> **Your assignment**:
Print the whole listing, character for character.

<<<<

"""What one writes by hand with NumPy for Ember-I (invented): T put together for many points at once."""

from __future__ import annotations

from collections.abc import Callable
from statistics import median
from time import perf_counter
from typing import Any

import numpy as np

Tables = tuple[np.ndarray, np.ndarray]


def plain_tables(cutoff: int) -> Tables:
    """Casimirs, and which elements hold z: neighbours by one box. The transpose holds z²."""
    labels = [(p, level - p) for level in range(cutoff + 1) for p in range(level, -1, -1)]
    place = {pair: i for i, pair in enumerate(labels)}
    casimir = np.array([(p * p + q * q + p * q) / 3 + p + q for p, q in labels])
    up = np.zeros((len(labels),) * 2)
    for (p, q), column in place.items():
        for row in ((p + 1, q), (p - 1, q + 1), (p, q - 1)):
            if row in place:
                up[place[row], column] = 1
    return casimir, up


def plain_matrices(tables: Tables, t: np.ndarray, z: np.ndarray) -> np.ndarray:
    """T at many points, shape (M, n, n)."""
    casimir, up = tables
    roots = np.exp(-t[:, None] / 2 * casimir)
    z = z[:, None, None]
    site = (1 + z**3) * np.eye(len(casimir)) + z * up + z**2 * up.T
    return roots[:, :, None] * site * roots[:, None, :]


def timed(job: Callable[[], Any], repeats: int) -> float:
    """Median time of a job that has run once before."""
    job()
    times = []
    for _ in range(repeats):
        start = perf_counter()
        job()
        times.append(perf_counter() - start)
    return median(times)
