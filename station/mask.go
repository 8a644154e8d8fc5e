package station

// Mask is a horizon mask: the least elevation that sees the sky, by azimuth, linear
// between its points and cyclic. It is immutable.
type Mask struct {
	kind ElevationKind
}

// Kind tells which elevation the mask was made in.
func (m *Mask) Kind() ElevationKind { return m.kind }
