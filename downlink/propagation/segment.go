package propagation

import "math"

// segment is a span of elevations over which every part of a path is smooth, as a
// table even in a variable that straightens the parts: the square root near the
// horizon, where rain goes with the root of the sine, the logarithm above, and the
// root of the angle to the zenith near it, where rain goes with the root of the
// horizontal projection.
type segment struct {
	low, high float64 // deg
	variable  variable
	start     float64 // of the variable
	perStep   float64 // nodes per unit of the variable
	last      int     // highest first node of a cell
	nodes     [][columns]float64
}

type variable int

const (
	linear variable = iota
	root
	logarithm
	zenithRoot
)

func (v variable) of(elDeg float64) float64 {
	switch v {
	case root:
		return math.Sqrt(elDeg)
	case logarithm:
		return math.Log(elDeg)
	case zenithRoot:
		return math.Sqrt(90 - elDeg)
	}
	return elDeg
}

func (v variable) inverse(x float64) float64 {
	switch v {
	case root:
		return x * x
	case logarithm:
		return math.Exp(x)
	case zenithRoot:
		return 90 - x*x
	}
	return x
}

const (
	segmentTolerance  = 2e-5 // dB, at the thirds of the cells while the table is built
	relativeTolerance = 2e-7
	fewestNodes       = 16
	mostNodes         = 1 << 12
)

// newSegment doubles the nodes until the table agrees with the model between them.
func newSegment(m *pathModel, low, high float64) segment {
	v := logarithm
	switch {
	case high <= 0:
		v = linear
	case high <= 5:
		v = root
	case high == 90:
		v = zenithRoot
	}
	for n := fewestNodes; ; n *= 2 {
		s := fillSegment(m, v, low, high, n)
		if n >= mostNodes || s.agrees(m) {
			return s
		}
	}
}

func fillSegment(m *pathModel, v variable, low, high float64, n int) segment {
	s := segment{low: low, high: high, variable: v, start: v.of(low), last: n - 3, nodes: make([][columns]float64, n)}
	s.perStep = float64(n-1) / (v.of(high) - s.start)
	for i := range s.nodes {
		s.evaluate(m, s.elevation(float64(i)), &s.nodes[i])
	}
	return s
}

// elevation returns the elevation of a place counted in nodes. It stays under the
// segment's upper end, where the next segment's branch of a formula may begin.
func (s *segment) elevation(u float64) float64 {
	el := s.variable.inverse(s.start + u/s.perStep)
	top := s.high
	if top < 90 {
		top = math.Nextafter(top, 0)
	}
	return math.Max(s.low, math.Min(el, top))
}

func (s *segment) evaluate(m *pathModel, elDeg float64, into *[columns]float64) {
	gas := m.gas.at(elDeg)
	clearGas := gas
	if m.clearGas != m.gas {
		clearGas = m.clearGas.at(elDeg)
	}
	m.fill(into, elDeg, gas, clearGas)
}

// agrees compares the table with the model at the thirds of every cell.
func (s *segment) agrees(m *pathModel) bool {
	var want, got [columns]float64
	for i := 0; i < len(s.nodes)-1; i++ {
		for _, third := range [...]float64{1.0 / 3, 2.0 / 3} {
			el := s.elevation(float64(i) + third)
			s.evaluate(m, el, &want)
			s.at(el, &got)
			for c := range want {
				a, b := want[c], got[c]
				if c == colScintillation {
					a, b = math.Sqrt(a), math.Sqrt(b)
				}
				if !(math.Abs(a-b) <= segmentTolerance+relativeTolerance*a) {
					return false
				}
			}
		}
	}
	return true
}

// at interpolates by the cubic through the four nearest nodes. A value that comes out
// under 0 by the interpolation of a part that reaches 0 is 0.
func (s *segment) at(elDeg float64, into *[columns]float64) {
	u := (s.variable.of(elDeg) - s.start) * s.perStep
	i := max(1, min(int(u), s.last))
	t := u - float64(i)
	p, q, r := t+1, t-1, t-2
	w0, w1, w2, w3 := -t*q*r/6, p*q*r/2, -p*t*r/2, p*t*q/6
	n := s.nodes[i-1 : i+3 : i+3]
	for c := range into {
		value := w0*n[0][c] + w1*n[1][c] + w2*n[2][c] + w3*n[3][c]
		if value < 0 {
			value = 0
		}
		into[c] = value
	}
}
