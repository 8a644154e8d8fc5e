package propagation

import (
	"math"
	"testing"

	"slantwise/orbit/unit"
)

func kaPath() PathSpec {
	return PathSpec{Frequency: 26.25 * unit.Gigahertz, Climate: climateAt(52, 0.05), Exceedance: 1 * Percent, Tilt: 45 * unit.Degree, Aperture: dish(3.7)}
}

// BenchmarkReference is four exponentials and a logarithm, to judge the machine and its
// load by: a sample of a path costs about as much.
func BenchmarkReference(b *testing.B) {
	x := 0.5
	for b.Loop() {
		x = math.Log(1 + math.Exp(-x) + math.Exp(-2*x) + math.Exp(-3*x) + math.Exp(-4*x))
	}
	if !(x > 0) {
		b.Fatal(x)
	}
}

// sampled runs a benchmark over elevations that sweep the sky.
func sampled(b *testing.B, at func(p *Path, el unit.Angle) error) {
	p, err := NewPath(kaPath())
	if err != nil {
		b.Fatal(err)
	}
	b.ReportAllocs()
	el := 5 * unit.Degree
	for b.Loop() {
		if err := at(p, el); err != nil {
			b.Fatal(err)
		}
		if el += 0.01 * unit.Degree; el > 89*unit.Degree {
			el = 0
		}
	}
}

func BenchmarkPathAt(b *testing.B) {
	sampled(b, func(p *Path, el unit.Angle) error { _, err := p.At(el); return err })
}

func BenchmarkPathSky(b *testing.B) {
	sampled(b, func(p *Path, el unit.Angle) error { _, err := p.Sky(el); return err })
}

func BenchmarkPathDirect(b *testing.B) {
	sampled(b, func(p *Path, el unit.Angle) error { _, err := p.Direct(el); return err })
}

func BenchmarkNewPath(b *testing.B) {
	spec := kaPath()
	b.ReportAllocs()
	for b.Loop() {
		if _, err := NewPath(spec); err != nil {
			b.Fatal(err)
		}
	}
}

func BenchmarkGasSpecificAttenuation(b *testing.B) {
	b.ReportAllocs()
	var n notes
	for b.Loop() {
		if _, err := gasSpecificChecked(26.25, 1013.25, 288.15, 7.5, &n); err != nil {
			b.Fatal(err)
		}
	}
}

>>>>

> **Output of the exercise**:
"""What one writes by hand with NumPy for Ember-I (invented): T put together for many points at once."""

from __future__ import annotations

from collections.abc import Callable
from statistics import median
from time import perf_counter
from typing import Any

import numpy as np

Tables = tuple[np.ndarray, np.ndarray]


def plain_tables(cutoff: int) -> Tables:
    """Casimirs, and which elements hold z: neighbours by one box. The transpose holds z²."""
    labels = [(p, level - p) for level in range(cutoff + 1) for p in range(level, -1, -1)]
    place = {pair: i for i, pair in enumerate(labels)}
    casimir = np.array([(p * p + q * q + p * q) / 3 + p + q for p, q in labels])
    up = np.zeros((len(labels),) * 2)
    for (p, q), column in place.items():
        for row in ((p + 1, q), (p - 1, q + 1), (p, q - 1)):
            if row in place:
                up[place[row], column] = 1
    return casimir, up


def plain_matrices(tables: Tables, t: np.ndarray, z: np.ndarray) -> np.ndarray:
    """T at many points, shape (M, n, n)."""
    casimir, up = tables
    roots = np.exp(-t[:, None] / 2 * casimir)
    z = z[:, None, None]
    site = (1 + z**3) * np.eye(len(casimir)) + z * up + z**2 * up.T
    return roots[:, :, None] * site * roots[:, None, :]


def timed(job: Callable[[], Any], repeats: int) -> float:
    """Median time of a job that has run once before."""
    job()
    times = []
    for _ in range(repeats):
        start = perf_counter()
        job()
        times.append(perf_counter() - start)
    return median(times)
filename station/mask.go
repository 8a644154e8d8fc5e
package station

// Mask is a horizon mask: the least elevation that sees the sky, by azimuth, linear
// between its points and cyclic. It is immutable.
type Mask struct {
	kind ElevationKind
}

// Kind tells which elevation the mask was made in.
func (m *Mask) Kind() ElevationKind { return m.kind }
filename downlink/propagation/segment.go
package propagation

import "math"

// segment is a span of elevations over which every part of a path is smooth, as a
// table even in a variable that straightens the parts: the square root near the
// horizon, where rain goes with the root of the sine, the logarithm above, and the
// root of the angle to the zenith near it, where rain goes with the root of the
// horizontal projection.
type segment struct {
	low, high float64 // deg
	variable  variable
	start     float64 // of the variable
	perStep   float64 // nodes per unit of the variable
	last      int     // highest first node of a cell
	nodes     [][columns]float64
}

type variable int

const (
	linear variable = iota
	root
	logarithm
	zenithRoot
)

func (v variable) of(elDeg float64) float64 {
	switch v {
	case root:
		return math.Sqrt(elDeg)
	case logarithm:
		return math.Log(elDeg)
	case zenithRoot:
		return math.Sqrt(90 - elDeg)
	}
	return elDeg
}

func (v variable) inverse(x float64) float64 {
	switch v {
	case root:
		return x * x
	case logarithm:
		return math.Exp(x)
	case zenithRoot:
		return 90 - x*x
	}
	return x
}

const (
	segmentTolerance  = 2e-5 // dB, at the thirds of the cells while the table is built
	relativeTolerance = 2e-7
	fewestNodes       = 16
	mostNodes         = 1 << 12
)

// newSegment doubles the nodes until the table agrees with the model between them.
func newSegment(m *pathModel, low, high float64) segment {
	v := logarithm
	switch {
	case high <= 0:
		v = linear
	case high <= 5:
		v = root
	case high == 90:
		v = zenithRoot
	}
	for n := fewestNodes; ; n *= 2 {
		s := fillSegment(m, v, low, high, n)
		if n >= mostNodes || s.agrees(m) {
			return s
		}
	}
}

func fillSegment(m *pathModel, v variable, low, high float64, n int) segment {
	s := segment{low: low, high: high, variable: v, start: v.of(low), last: n - 3, nodes: make([][columns]float64, n)}
	s.perStep = float64(n-1) / (v.of(high) - s.start)
	for i := range s.nodes {
		s.evaluate(m, s.elevation(float64(i)), &s.nodes[i])
	}
	return s
}

// elevation returns the elevation of a place counted in nodes. It stays under the
// segment's upper end, where the next segment's branch of a formula may begin.
func (s *segment) elevation(u float64) float64 {
	el := s.variable.inverse(s.start + u/s.perStep)
	top := s.high
	if top < 90 {
		top = math.Nextafter(top, 0)
	}
	return math.Max(s.low, math.Min(el, top))
}

func (s *segment) evaluate(m *pathModel, elDeg float64, into *[columns]float64) {
	gas := m.gas.at(elDeg)
	clearGas := gas
	if m.clearGas != m.gas {
		clearGas = m.clearGas.at(elDeg)
	}
	m.fill(into, elDeg, gas, clearGas)
}

// agrees compares the table with the model at the thirds of every cell.
func (s *segment) agrees(m *pathModel) bool {
	var want, got [columns]float64
	for i := 0; i < len(s.nodes)-1; i++ {
		for _, third := range [...]float64{1.0 / 3, 2.0 / 3} {
			el := s.elevation(float64(i) + third)
			s.evaluate(m, el, &want)
			s.at(el, &got)
			for c := range want {
				a, b := want[c], got[c]
				if c == colScintillation {
					a, b = math.Sqrt(a), math.Sqrt(b)
				}
				if !(math.Abs(a-b) <= segmentTolerance+relativeTolerance*a) {
					return false
				}
			}
		}
	}
	return true
}

// at interpolates by the cubic through the four nearest nodes. A value that comes out
// under 0 by the interpolation of a part that reaches 0 is 0.
func (s *segment) at(elDeg float64, into *[columns]float64) {
	u := (s.variable.of(elDeg) - s.start) * s.perStep
	i := max(1, min(int(u), s.last))
	t := u - float64(i)
	p, q, r := t+1, t-1, t-2
	w0, w1, w2, w3 := -t*q*r/6, p*q*r/2, -p*t*r/2, p*t*q/6
	n := s.nodes[i-1 : i+3 : i+3]
	for c := range into {
		value := w0*n[0][c] + w1*n[1][c] + w2*n[2][c] + w3*n[3][c]
		if value < 0 {
			value = 0
		}
		into[c] = value
	}
}
repository 8a644154e8d8fc5e
package propagation

import (
	"math"
	"testing"

	"slantwise/orbit/unit"
)

func kaPath() PathSpec {
	return PathSpec{Frequency: 26.25 * unit.Gigahertz, Climate: climateAt(52, 0.05), Exceedance: 1 * Percent, Tilt: 45 * unit.Degree, Aperture: dish(3.7)}
}

// BenchmarkReference is four exponentials and a logarithm, to judge the machine and its
// load by: a sample of a path costs about as much.
func BenchmarkReference(b *testing.B) {
	x := 0.5
	for b.Loop() {
		x = math.Log(1 + math.Exp(-x) + math.Exp(-2*x) + math.Exp(-3*x) + math.Exp(-4*x))
	}
	if !(x > 0) {
		b.Fatal(x)
	}
}

// sampled runs a benchmark over elevations that sweep the sky.
func sampled(b *testing.B, at func(p *Path, el unit.Angle) error) {
	p, err := NewPath(kaPath())
	if err != nil {
		b.Fatal(err)
	}
	b.ReportAllocs()
	el := 5 * unit.Degree
	for b.Loop() {
		if err := at(p, el); err != nil {
			b.Fatal(err)
		}
		if el += 0.01 * unit.Degree; el > 89*unit.Degree {
			el = 0
		}
	}
}

func BenchmarkPathAt(b *testing.B) {
	sampled(b, func(p *Path, el unit.Angle) error { _, err := p.At(el); return err })
}

func BenchmarkPathSky(b *testing.B) {
	sampled(b, func(p *Path, el unit.Angle) error { _, err := p.Sky(el); return err })
}

func BenchmarkPathDirect(b *testing.B) {
	sampled(b, func(p *Path, el unit.Angle) error { _, err := p.Direct(el); return err })
}

func BenchmarkNewPath(b *testing.B) {
	spec := kaPath()
	b.ReportAllocs()
	for b.Loop() {
		if _, err := NewPath(spec); err != nil {
			b.Fatal(err)
		}
	}
}

func BenchmarkGasSpecificAttenuation(b *testing.B) {
	b.ReportAllocs()
	var n notes
	for b.Loop() {
		if _, err := gasSpecificChecked(26.25, 1013.25, 288.15, 7.5, &n); err != nil {
			b.Fatal(err)
		}
	}
}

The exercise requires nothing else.